### PROBLEM STATEMENT:
Would you restate the entries below word for word, starting at the first line and ending with the one that has "species, complexes and"?

- Opening Delimiter -

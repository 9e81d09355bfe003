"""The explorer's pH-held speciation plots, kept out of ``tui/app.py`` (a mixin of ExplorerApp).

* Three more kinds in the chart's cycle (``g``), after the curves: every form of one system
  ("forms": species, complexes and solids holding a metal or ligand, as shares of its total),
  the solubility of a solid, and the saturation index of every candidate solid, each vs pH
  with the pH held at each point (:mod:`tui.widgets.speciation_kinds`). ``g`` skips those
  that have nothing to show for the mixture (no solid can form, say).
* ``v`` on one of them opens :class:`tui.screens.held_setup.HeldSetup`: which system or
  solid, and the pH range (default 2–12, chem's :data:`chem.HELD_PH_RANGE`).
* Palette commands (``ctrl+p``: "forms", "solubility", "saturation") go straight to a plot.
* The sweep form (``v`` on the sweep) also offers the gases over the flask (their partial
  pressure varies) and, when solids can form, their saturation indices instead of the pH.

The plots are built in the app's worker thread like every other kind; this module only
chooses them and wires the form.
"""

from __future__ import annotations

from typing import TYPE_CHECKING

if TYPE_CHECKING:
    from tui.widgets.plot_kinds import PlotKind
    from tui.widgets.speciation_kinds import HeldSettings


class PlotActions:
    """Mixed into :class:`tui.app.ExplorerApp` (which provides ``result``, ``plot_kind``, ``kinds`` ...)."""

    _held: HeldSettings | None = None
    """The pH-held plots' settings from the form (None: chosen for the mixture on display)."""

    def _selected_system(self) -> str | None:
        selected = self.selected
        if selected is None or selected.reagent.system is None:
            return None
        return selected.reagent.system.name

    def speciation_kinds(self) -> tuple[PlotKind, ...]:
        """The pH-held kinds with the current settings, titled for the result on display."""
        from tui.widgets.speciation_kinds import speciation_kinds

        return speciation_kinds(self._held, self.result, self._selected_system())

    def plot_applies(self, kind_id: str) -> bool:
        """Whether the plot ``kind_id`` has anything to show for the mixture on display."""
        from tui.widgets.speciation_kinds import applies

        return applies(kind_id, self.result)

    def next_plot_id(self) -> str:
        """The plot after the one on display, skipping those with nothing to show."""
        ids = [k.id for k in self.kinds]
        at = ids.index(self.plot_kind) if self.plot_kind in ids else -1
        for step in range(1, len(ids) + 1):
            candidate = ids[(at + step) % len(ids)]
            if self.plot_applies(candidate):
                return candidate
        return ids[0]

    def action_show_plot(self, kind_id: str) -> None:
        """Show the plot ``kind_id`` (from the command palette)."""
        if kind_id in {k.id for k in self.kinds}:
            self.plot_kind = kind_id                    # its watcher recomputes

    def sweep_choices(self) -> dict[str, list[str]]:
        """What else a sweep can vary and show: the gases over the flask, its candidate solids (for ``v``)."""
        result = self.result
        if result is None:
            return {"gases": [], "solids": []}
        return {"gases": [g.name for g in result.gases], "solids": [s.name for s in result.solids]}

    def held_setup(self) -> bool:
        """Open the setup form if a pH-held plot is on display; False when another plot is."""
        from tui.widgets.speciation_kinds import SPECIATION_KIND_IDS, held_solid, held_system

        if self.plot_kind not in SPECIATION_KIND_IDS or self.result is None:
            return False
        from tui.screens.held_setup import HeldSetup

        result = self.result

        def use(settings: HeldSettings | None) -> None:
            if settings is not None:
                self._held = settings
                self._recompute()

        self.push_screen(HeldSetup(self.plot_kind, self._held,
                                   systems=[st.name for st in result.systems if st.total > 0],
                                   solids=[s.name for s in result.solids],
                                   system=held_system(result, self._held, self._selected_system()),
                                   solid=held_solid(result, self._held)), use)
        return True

- Closing Delimiter -

### OUTPUT FOR THIS TASK:
repository 9e81d09355bfe003
"""The explorer's pH-held speciation plots, kept out of ``tui/app.py`` (a mixin of ExplorerApp).

* Three more kinds in the chart's cycle (``g``), after the curves: every form of one system
  ("forms": species, complexes and solids holding a metal or ligand, as shares of its total),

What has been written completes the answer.